#### Task instructions:
Using the records below, quote only the span that opens with the line containing "part.body.load_cases[0].hand_loaded = true;" and closes with the line containing "void set_load(Part& part, std::size_t", exactly and inclusively.

──────── Supplied information

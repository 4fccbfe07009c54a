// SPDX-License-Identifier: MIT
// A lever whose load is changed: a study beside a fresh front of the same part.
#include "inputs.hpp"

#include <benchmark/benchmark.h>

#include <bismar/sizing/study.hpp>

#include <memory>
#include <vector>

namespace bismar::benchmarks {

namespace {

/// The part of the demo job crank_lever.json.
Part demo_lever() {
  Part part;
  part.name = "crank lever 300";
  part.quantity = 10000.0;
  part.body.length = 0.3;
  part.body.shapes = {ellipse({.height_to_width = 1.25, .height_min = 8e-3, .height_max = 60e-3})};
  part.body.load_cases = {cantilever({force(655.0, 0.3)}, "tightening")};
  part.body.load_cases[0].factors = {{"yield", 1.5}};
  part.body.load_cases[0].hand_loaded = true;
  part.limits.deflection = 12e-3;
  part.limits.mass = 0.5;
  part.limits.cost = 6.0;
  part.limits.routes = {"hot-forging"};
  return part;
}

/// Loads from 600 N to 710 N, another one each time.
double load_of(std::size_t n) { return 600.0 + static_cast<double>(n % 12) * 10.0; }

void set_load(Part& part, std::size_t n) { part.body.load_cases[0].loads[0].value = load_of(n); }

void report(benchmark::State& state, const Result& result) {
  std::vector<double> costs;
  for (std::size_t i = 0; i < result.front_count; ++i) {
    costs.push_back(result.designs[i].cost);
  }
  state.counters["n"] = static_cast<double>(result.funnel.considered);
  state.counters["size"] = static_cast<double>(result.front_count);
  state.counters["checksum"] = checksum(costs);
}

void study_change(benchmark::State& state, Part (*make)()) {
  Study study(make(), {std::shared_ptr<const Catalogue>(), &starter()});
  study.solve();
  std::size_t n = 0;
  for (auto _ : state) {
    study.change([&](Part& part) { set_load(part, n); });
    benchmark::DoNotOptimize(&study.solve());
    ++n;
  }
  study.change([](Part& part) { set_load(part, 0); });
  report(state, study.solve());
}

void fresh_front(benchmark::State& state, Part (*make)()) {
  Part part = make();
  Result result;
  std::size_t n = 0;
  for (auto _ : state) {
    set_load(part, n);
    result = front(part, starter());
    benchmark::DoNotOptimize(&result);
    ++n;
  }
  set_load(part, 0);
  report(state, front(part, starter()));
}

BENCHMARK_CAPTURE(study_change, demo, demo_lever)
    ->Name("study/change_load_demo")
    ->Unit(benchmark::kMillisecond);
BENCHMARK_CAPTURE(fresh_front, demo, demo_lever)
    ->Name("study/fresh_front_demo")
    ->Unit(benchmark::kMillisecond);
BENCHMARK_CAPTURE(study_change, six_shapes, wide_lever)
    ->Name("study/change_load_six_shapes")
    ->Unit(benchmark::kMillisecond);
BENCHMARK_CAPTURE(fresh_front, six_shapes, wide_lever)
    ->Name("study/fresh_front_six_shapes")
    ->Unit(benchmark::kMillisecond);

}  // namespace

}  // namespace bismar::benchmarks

────────────────
──────── Supplied information

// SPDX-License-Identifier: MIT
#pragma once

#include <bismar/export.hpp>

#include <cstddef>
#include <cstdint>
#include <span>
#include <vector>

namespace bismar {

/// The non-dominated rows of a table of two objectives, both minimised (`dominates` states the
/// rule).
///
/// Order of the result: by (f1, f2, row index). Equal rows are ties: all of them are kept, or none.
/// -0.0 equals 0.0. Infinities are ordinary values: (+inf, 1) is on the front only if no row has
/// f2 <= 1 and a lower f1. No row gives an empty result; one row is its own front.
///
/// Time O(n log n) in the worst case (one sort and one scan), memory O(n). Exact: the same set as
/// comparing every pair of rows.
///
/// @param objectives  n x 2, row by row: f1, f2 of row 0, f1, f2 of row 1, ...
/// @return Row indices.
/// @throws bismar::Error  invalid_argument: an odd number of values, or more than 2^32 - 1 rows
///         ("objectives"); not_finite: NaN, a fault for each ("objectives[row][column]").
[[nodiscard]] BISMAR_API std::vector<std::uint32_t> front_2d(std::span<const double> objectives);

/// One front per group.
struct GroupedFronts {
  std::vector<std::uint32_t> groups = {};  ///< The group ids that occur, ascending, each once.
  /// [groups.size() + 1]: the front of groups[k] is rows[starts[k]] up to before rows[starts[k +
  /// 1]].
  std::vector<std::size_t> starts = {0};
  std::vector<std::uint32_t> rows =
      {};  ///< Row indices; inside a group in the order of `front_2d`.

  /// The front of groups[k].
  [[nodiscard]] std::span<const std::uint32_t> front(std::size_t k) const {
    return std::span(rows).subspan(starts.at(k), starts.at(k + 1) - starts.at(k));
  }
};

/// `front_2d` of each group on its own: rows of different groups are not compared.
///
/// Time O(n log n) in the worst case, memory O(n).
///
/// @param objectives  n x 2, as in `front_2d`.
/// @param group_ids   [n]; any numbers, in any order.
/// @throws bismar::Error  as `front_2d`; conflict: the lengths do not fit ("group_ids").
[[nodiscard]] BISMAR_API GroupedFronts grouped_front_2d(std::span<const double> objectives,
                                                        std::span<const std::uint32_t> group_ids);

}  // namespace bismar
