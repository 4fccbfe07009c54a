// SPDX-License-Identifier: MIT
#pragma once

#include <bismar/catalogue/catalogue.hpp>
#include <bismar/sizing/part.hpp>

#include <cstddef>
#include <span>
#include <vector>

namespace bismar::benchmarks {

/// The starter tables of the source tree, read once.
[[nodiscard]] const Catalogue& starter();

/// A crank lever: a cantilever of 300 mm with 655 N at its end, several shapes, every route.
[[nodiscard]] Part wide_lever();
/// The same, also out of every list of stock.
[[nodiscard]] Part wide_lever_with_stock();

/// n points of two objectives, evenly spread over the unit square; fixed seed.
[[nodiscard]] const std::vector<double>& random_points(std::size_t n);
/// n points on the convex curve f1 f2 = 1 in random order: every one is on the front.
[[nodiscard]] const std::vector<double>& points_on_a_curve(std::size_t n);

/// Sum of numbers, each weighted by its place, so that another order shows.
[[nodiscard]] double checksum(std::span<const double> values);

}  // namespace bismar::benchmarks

────────────────

#### Answer space:
  part.body.load_cases[0].hand_loaded = true;
  part.limits.deflection = 12e-3;
  part.limits.mass = 0.5;
  part.limits.cost = 6.0;
  part.limits.routes = {"hot-forging"};
  return part;
}

/// Loads from 600 N to 710 N, another one each time.
double load_of(std::size_t n) { return 600.0 + static_cast<double>(n % 12) * 10.0; }

void set_load(Part& part, std::size_t n) { part.body.load_cases[0].loads[0].value = load_of(n); }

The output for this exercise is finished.